One of the coolest things at Grandma’s was their tandem bicycle. Grandpa would be in the front, Grandma behind him and us kids would take turns sitting in the basket in the back meant for groceries and shit. We would fly through the streets and I’m sure were quite a sight. One time we fell, I don’t remember why. I just remember that Grandpa was annoyed with me because I was crying but Grandma was actually the one bleeding, sitting along the curb. I have no idea how we got home but obviously we figured it out or else I’d still be living on that street corner in Windom, Minnesota.

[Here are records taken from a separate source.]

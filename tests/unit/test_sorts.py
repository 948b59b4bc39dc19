"""Ranked groups by hand, and breakpoints against numpy's definition of a quantile."""

from __future__ import annotations

import numpy as np
import pytest

from lineproof.stats.sorts import breakpoints, by_quantiles


def ranked_groups(values: np.ndarray, n_groups: int) -> np.ndarray:
    return by_quantiles(values, n_groups, None)


def test_breakpoints_by_hand() -> None:
    """Quarters of 1, 2, 4, 8, 16, 32: positions 1.25, 2.5 and 3.75 of 0 to 5."""
    values = np.array([32.0, 1.0, 8.0, 2.0, 16.0, 4.0])
    assert breakpoints(values, 4).tolist() == [2 + 0.25 * 2, 4 + 0.5 * 4, 8 + 0.75 * 8]
    assert ranked_groups(values, 4).tolist() == [4, 1, 3, 1, 4, 2]


def test_a_value_at_a_breakpoint_belongs_below() -> None:
    assert breakpoints(np.arange(5.0), 2).tolist() == [2.0]
    assert ranked_groups(np.arange(5.0), 2).tolist() == [1, 1, 1, 2, 2]


def test_ties_share_a_group_even_if_one_stays_empty() -> None:
    """Thirds of 1, 5, 5, 5, 5, 9: both breakpoints are 5, so nobody is in the middle."""
    assert ranked_groups(np.array([5.0, 1.0, 5.0, 9.0, 5.0, 5.0]), 3).tolist() == [1, 1, 1, 3, 1, 1]
    assert ranked_groups(np.full(4, 0.1), 3).tolist() == [1, 1, 1, 1]


def test_as_many_values_as_groups() -> None:
    assert ranked_groups(np.array([0.3, -1.0, 7.0]), 3).tolist() == [2, 1, 3]


@pytest.mark.parametrize("n_groups", [2, 3, 5, 10, 20, 100])
def test_breakpoints_are_numpy_quantiles(n_groups: int) -> None:
    rng = np.random.default_rng(n_groups)
    for n in (n_groups, n_groups + 1, 137, 500):
        values = rng.normal(1.0, 0.5, max(n, n_groups))
        expected = np.quantile(values, np.arange(1, n_groups) / n_groups, method="linear")
        # numpy rounds the position, by about n × 1e-16 of a gap between neighbours.
        np.testing.assert_allclose(breakpoints(values, n_groups), expected, rtol=0, atol=1e-12)


def test_a_breakpoint_that_is_a_value_equals_it() -> None:
    """Of 101 values the hundredths are values themselves; 0.29 × 100 is less than 29 in float64."""
    values = np.random.default_rng(1).permutation(np.linspace(0.0, 2.0, 101) ** 2)
    assert breakpoints(values, 100).tolist() == np.sort(values)[1:-1].tolist()
    sizes = np.bincount(ranked_groups(values, 100), minlength=101)[1:]
    assert sizes.tolist() == [2] + [1] * 99


def test_groups_of_distinct_values_are_as_equal_as_can_be() -> None:
    rng = np.random.default_rng(2)
    for n, n_groups in ((50, 5), (53, 5), (10, 10), (700, 10), (19, 4)):
        sizes = np.bincount(ranked_groups(rng.normal(size=n), n_groups))[1:]
        assert len(sizes) == n_groups
        assert sizes.max() - sizes.min() <= 1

Grandma had a washing machine with a hand crank and she talked me into the idea that this was a toy. I give her all the credit for obtaining child labor under the guise of play time. Well done Grandma, well done. There was a park along the river that remains one of the most fun parks of my life’s entirety. Sometimes we even got to go swimming at the pool. Years later, after Grandma had died and Grandpa moved into an assisted living complex, we went to a different park and Zac got stung by a bumblebee. My Grandpa was super pissed because he told Zac to stay still so it wouldn’t sting him but then it did anyway. Gramp’s felt betrayed and as if he advised little Zac incorrectly. That was too much for me to unpack in one park trip and I just said, “shit happens, Grandpa. Let’s go get ice cream.”

But when I was the little one, the gold mine at the Grandparents was in the basement. Grandpa had a train set; an old western toy town, and a playhouse. Like, a real one. Wooden with real wooden furniture and doors that worked and I most likely spent hours and hours in that basement. The train set was off limits unless Grandpa was with me but I think of the fun I’d had with that western town every time I watch Blazing Saddles and they set up a fake town near the end to be destroyed.

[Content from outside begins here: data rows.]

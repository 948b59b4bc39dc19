"""What `make check` prints."""

from __future__ import annotations

import re
import textwrap
from collections.abc import Callable
from pathlib import Path

import pytest
from tests.unit import record_examples as examples
from tests.unit.intake_examples import lines, months, validate

from lineproof import store
from lineproof.checking import WIDTH, describe_intake, summary
from lineproof.intake.record import Intake
from lineproof.intake.signed import made_with
from lineproof.problems import KnownProblem
from lineproof.study import load_study
from lineproof.wiring import Wiring

MARKET = dict.fromkeys(months("2000-01", 3), 0.01)
ROWS = [
    *(f"A,2000-0{m}-28,{v},,1,5" for m, v in ((1, "0.1"), (2, "NA"), (3, "0.1"))),
    *("B,2000-01-31,0.1,,1,0.5",) * 2,
    "B,2000-02-29,x,,1,1",
    *(f"C,2000-0{m}-28,,,1,9" for m in (1, 2, 3, 4)),
]
EXPECTED = """\
    raw/returns.csv: 2000-01 to 2000-03, 3 securities
             10  rows read
     =        7  kept, 4 of them without a return
     +        2  set aside
     +        1  dropped, as exact duplicates of others
    raw/market.csv:
              3  rows read
     =        3  kept
    raw/riskless.csv:
             12  rows read
     =        3  kept
     +        9  not used: without a value, or beyond the study
    1 row of returns dated after 2000-03, where raw/market.csv ends: the study ends there

    Faults found:
              4  a missing return: kept, flagged
                   3 empty, 1 NA
                   it stays missing; it is never taken as zero
                   A on 2000-02-28, C on 2000-01-28, C on 2000-02-28, …
              1  text in a number column: set aside
                   line 7
              1  a security that leaves without a final return: kept, flagged
                   1 left as it is
                   for a failure, a final return of −30 % is the usual assumption (Shumway 1997)
                   B on 2000-01-31
              1  no market or riskless return in that month: set aside
                   line 11

    Rows that fail a screen, in order; they are kept, but not ranked on:
              1  row of 1 security: not “price at least 1”

    Securities that leave:
              0  with a final return
              1  without one
                   1 for no reason given: left without one
                 equally weighted mean a month: 10.0000 % with final returns, 10.0000 % without any

    Units and scale:
      unit of the returns: read as decimal, half of all returns exceed 10 % in size and one in
        twenty exceeds 10 %: too few to judge
      the same unit in every month: no month stands out: one unit throughout
      the same unit for every security: none of 0 securities stands out: one unit throughout

    The largest returns, in per cent:
      security  date        before  return  after
      A         2000-01-28           10.00      –
      A         2000-03-28       –   10.00
      B         2000-01-31           10.00
"""
FULL = """\
raw/market.csv:
        320  rows read
 =      312  kept
 +        8  not used: without a value, or beyond the study
"""
ENDING = """\
Securities that leave:
         22  with a final return
         31  without one
               3 for no reason given: left without one
               10 merged: taken as 0.00 %
               18 failed: taken as −30.00 %
             equally weighted mean a month: 0.8123 % with final returns, 0.8877 % without any

Units and scale:
  Unit of the returns: half of all returns lie between −3.2 % and 4.1 %: decimal, as declared
  Unit by month: in 1 month the median size is 102 times its neighbours’: kept, flagged

The largest returns, in per cent:
  security  date         before    return    after
"""


def test_summary_of_an_intake(tmp_path: Path) -> None:
    screens = [{"column": "price", "at_least": 1}]
    intake = validate(tmp_path, lines(*ROWS), market=MARKET, screens=screens).intake
    assert "\n".join(describe_intake(intake)) + "\n" == textwrap.dedent(EXPECTED)


def test_clean_data_say_little(tmp_path: Path) -> None:
    """The mean of the first month is that of 10 % and of 10 % compounded with a final 10 %; the second's is 10 %."""
    rows = ["A,2000-01-31,0.1,,1,5", "B,2000-01-31,0.1,0.1,1,5", "A,2000-02-29,0.1,,1,5"]
    two = dict.fromkeys(("2000-01", "2000-02"), 0.01)
    said = describe_intake(validate(tmp_path, lines(*rows), market=two, riskless=two).intake)
    assert said[:16] == [
        "raw/returns.csv: 2000-01 to 2000-02, 2 securities",
        "          3  rows read",
        " =        3  kept",
        " +        0  set aside",
        " +        0  dropped, as exact duplicates of others",
        "raw/market.csv:",
        "          2  rows read",
        " =        2  kept",
        "raw/riskless.csv:",
        "          2  rows read",
        " =        2  kept",
        "",
        "Securities that leave:",
        "          1  with a final return",
        "          0  without one",
        "             equally weighted mean a month: 12.7500 % with final returns, 10.0000 % without any",
    ]
    assert not any(line.startswith(("Faults", "Rows that fail")) for line in said)


def test_summary_of_a_study(tmp_path: Path, monkeypatch: pytest.MonkeyPatch) -> None:
    monkeypatch.chdir(tmp_path)
    (tmp_path / "mine.yaml").write_text(
        textwrap.dedent(
            """\
            study: {name: mine, title: A study of mine}
            demo: {}
            data:
              returns:
                file: results/mine/raw/returns.csv
                columns: {security: security, date: date, return: ret}
              market: {file: results/mine/raw/market.csv, columns: {date: month, return: total_return}}
              riskless: {file: results/mine/raw/riskless.csv, columns: {date: month, rate: annual_yield}}
            betas: {b: {}}
            portfolios: {ten: {rank_on: b}}
            subperiods: {full: {}}
            """
        )
    )
    intake = validate(tmp_path, lines(*ROWS), market=MARKET).intake
    study = load_study("mine.yaml")
    options = Wiring(study).options("validate_returns")
    store.write_json(intake, "results/mine/data/intake.json")
    store.write_json({"made_with": made_with(options)}, "results/mine/data/raw_files.json")
    said = summary(study).splitlines()
    assert said[0] == "A study of mine (mine.yaml): the study file and its data can be used."
    assert said[2:-3] == describe_intake(intake)
    assert said[-2:] == [
        "Rows set aside, as they stand in the file:  results/mine/data/set_aside.csv",
        "The data report, with tables and figures:   results/mine/data_report.html",
    ]
    text = (tmp_path / "mine.yaml").read_text()
    (tmp_path / "mine.yaml").write_text(text.replace("ret}", "ret}\n    unit: percent"))
    with pytest.raises(KnownProblem) as stopped:
        summary(load_study("mine.yaml"))
    assert str(stopped.value).splitlines() == [
        "There is no summary of the data to show.",
        "  results/mine/data/intake.json: it is not the record of mine.yaml as it stands now",
        "    → delete it and check again",
    ]


@pytest.mark.parametrize("make", [examples.usual, examples.daily, examples.earlier, examples.clean])
def test_lines_fit_a_terminal_and_columns_stand_in_line(make: Callable[[], Intake]) -> None:
    said = describe_intake(make())
    assert max(map(len, said)) <= WIDTH
    counts = [line.index("  ", 11) for line in said if re.match(r" [ =+][ \d,]{9}  \S", line)]
    assert set(counts) == {11}


def test_all_parts_of_a_full_record() -> None:
    said = "\n".join(describe_intake(examples.usual()))
    assert FULL in said
    assert ENDING in said


def test_survivors_are_warned_of_first() -> None:
    assert describe_intake(examples.daily())[0].startswith("WARNING: no security ever leaves.")
    assert not any("WARNING" in line for line in describe_intake(examples.usual()))


def test_the_largest_five_are_of_gains_and_losses_together() -> None:
    intake = examples.usual()
    largest = intake["evidence"]["largest"]
    sizes = sorted(
        (abs(each["return_"]) for side in largest.values() for each in side), reverse=True
    )
    said = describe_intake(intake)
    rows = said[said.index("The largest returns, in per cent:") + 2 :]
    shown = [abs(float(row.split()[-2].replace("−", "-"))) for row in rows]
    assert shown == [round(100 * size, 2) for size in sizes[:5]]


def test_rows_that_do_not_add_up_are_never_printed() -> None:
    intake = examples.usual()
    intake["files"][1]["rows_unused"] = 7
    with pytest.raises(
        ValueError, match=r"rows of raw/market.csv do not add up: 320 ≠ 312 \+ 0 \+ 0 \+ 7"
    ):
        describe_intake(intake)


def test_names_from_the_data_cannot_steer_the_terminal() -> None:
    intake = examples.usual()
    intake["faults"][0]["examples"] = ["\x1b[2Jline 7"]
    intake["evidence"]["largest"]["negative"][0]["security"] = "S\x1b[31m\n1"
    said = describe_intake(intake)
    assert all(line.isprintable() for line in said)
    assert any("\N{REPLACEMENT CHARACTER}[2Jline 7" in line for line in said)


def test_several_files_of_returns_are_summed_and_then_told_one_by_one() -> None:
    intake = examples.usual()
    first = intake["files"][0]
    parts = [{**first, "label": "raw/a.csv"}, {**first, "label": "raw/b.csv"}]
    for key in ("rows_read", "rows_kept", "rows_set_aside", "exact_duplicates"):
        parts[1][key] = first[key] // 3
    parts[1]["rows_read"] = sum(
        parts[1][key] for key in ("rows_kept", "rows_set_aside", "exact_duplicates")
    )
    for key in ("rows_read", "rows_kept", "rows_set_aside", "exact_duplicates"):
        parts[0][key] = first[key] - parts[1][key]
    intake["files"][:1] = parts
    said = describe_intake(intake)
    assert said[1] == f"{intake['rows_read']:>11,}  rows read"
    for part in parts:
        at = said.index(f"{part['label']}:")
        assert said[at + 1] == f"{part['rows_read']:>11,}  rows read"
        assert said[at + 2] == f" ={part['rows_kept']:>9,}  kept"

I think back to the statement that it takes 3 generations to lose oral family history, if you’re lucky. Matt’s family is luckier than mine. His Grandma is still going strong at 95 and her great-grandchildren will take memories of her into adulthood. They’ll have stories of their Busia, aren’t they the lucky ones? My cousin’s Paul & Denise & I have Grandpa stories. If you get us together, bring wine cuz we can tell these stories all night long. Maybe our kids would be lucky enough to hear them, I’d like that. Because when we go, so goes the stories.

Maybe that’s the treasure of being a grandparent. We’re impressing on a generation we likely will not see grow to old age all of our memories and what the world was like, “back in the day.” The toys give them visual jolts of memory.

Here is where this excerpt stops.